((

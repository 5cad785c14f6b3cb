"""Each starter builds as it is and passes `check` as a draft: nothing faulty, everything invented listed."""

from __future__ import annotations

import datetime as dt

import pytest
from typer.testing import CliRunner

from briefkit.aircraft.operation import load_operation
from briefkit.brief.build import build
from briefkit.brief.check import findings
from briefkit.brief.identity import load_brief
from briefkit.brief.new import Answers, Starter, new
from briefkit.brief.run import read_notebook
from briefkit.cli import app
from briefkit.envelope.reductions import RowKind, reductions

TODAY = dt.date(2030, 6, 1)
VRENHOLT = Answers("Vrenholt 3", "3", "articulated", "clockwise", "kt", "kg")
OPTIONS = [
    "--type-name", "Vrenholt 3", "--blades", "3", "--hub", "articulated", "--rotation", "clockwise",
    "--airspeed-unit", "kt", "--mass-unit", "kg",
]  # fmt: skip


@pytest.mark.parametrize("unit", ["kt", "km/h", "mph"])
@pytest.mark.parametrize("starter", Starter)
def test_page_1_has_something_to_say_at_once(tmp_path, starter, unit):
    answers = Answers("Vrenholt 3", "3", "articulated", "clockwise", unit, "kg")
    brief = load_brief(new(tmp_path / "op", answers, TODAY, starter).folder)
    area = brief.operation.work_areas[brief.identity.work_area]
    fleet = brief.operation.entry_for(brief.aircraft)
    assert fleet is not None
    kinds = {row.kind for row in reductions(brief.aircraft, fleet, area).rows}
    assert RowKind.COVERED in kinds
    assert (area.name == "Hot and high work area") == (starter is Starter.HOT_AND_HIGH)


@pytest.mark.slow
@pytest.mark.parametrize("starter", Starter)
def test_it_builds_as_it_is_and_every_invented_value_is_listed(tmp_path, starter):
    made = CliRunner().invoke(app, ["new", str(tmp_path / "op"), *OPTIONS, "--starter", starter])
    assert made.exit_code == 0, made.output
    folder = tmp_path / "op" / "vrenholt-3"
    assert (folder / "deck.toml").is_file() == (starter is Starter.RECURRENT_CHECK)
    (result,) = build([folder], tmp_path / "out", dt.date.today())
    assert result.error == ""
    assert result.notes == ()
    assert result.mark == "DRAFT: not for crews"
    listed = findings(folder, dt.date.today())
    assert not any("fault" in str(one) for one in listed)
    assert any("EXAMPLE" in str(one) for one in listed)
    assert all(not cell.get("outputs") for cell in read_notebook(folder / "brief.ipynb").cells)


def test_below_an_operator_s_own_folder_a_hot_area_is_added_once(tmp_path):
    operator = tmp_path / "op"
    new(operator, VRENHOLT, TODAY)
    for number in ("4", "5"):
        other = Answers(f"Vrenholt {number}", "3", "articulated", "clockwise", "kt", "kg")
        brief = load_brief(new(operator / number, other, TODAY, "hot-and-high").folder)
        assert brief.identity.work_area == "example_hot"
    assert [*load_operation(operator).work_areas] == ["example", "example_hot"]


def test_a_starter_nobody_has(tmp_path):
    made = CliRunner().invoke(app, ["new", str(tmp_path / "op"), *OPTIONS, "--starter", "cold"])
    assert made.exit_code == 2
    assert "is not one of type, hot-and-high, recurrent-check" in " ".join(made.output.split())
    assert not (tmp_path / "op").exists()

))

◆ Your goal
Copy every line above that includes the string "briefkit".

◆ Response box
from briefkit.aircraft.operation import load_operation
from briefkit.brief.build import build
from briefkit.brief.check import findings
from briefkit.brief.identity import load_brief
from briefkit.brief.new import Answers, Starter, new
from briefkit.brief.run import read_notebook
from briefkit.cli import app
from briefkit.envelope.reductions import RowKind, reductions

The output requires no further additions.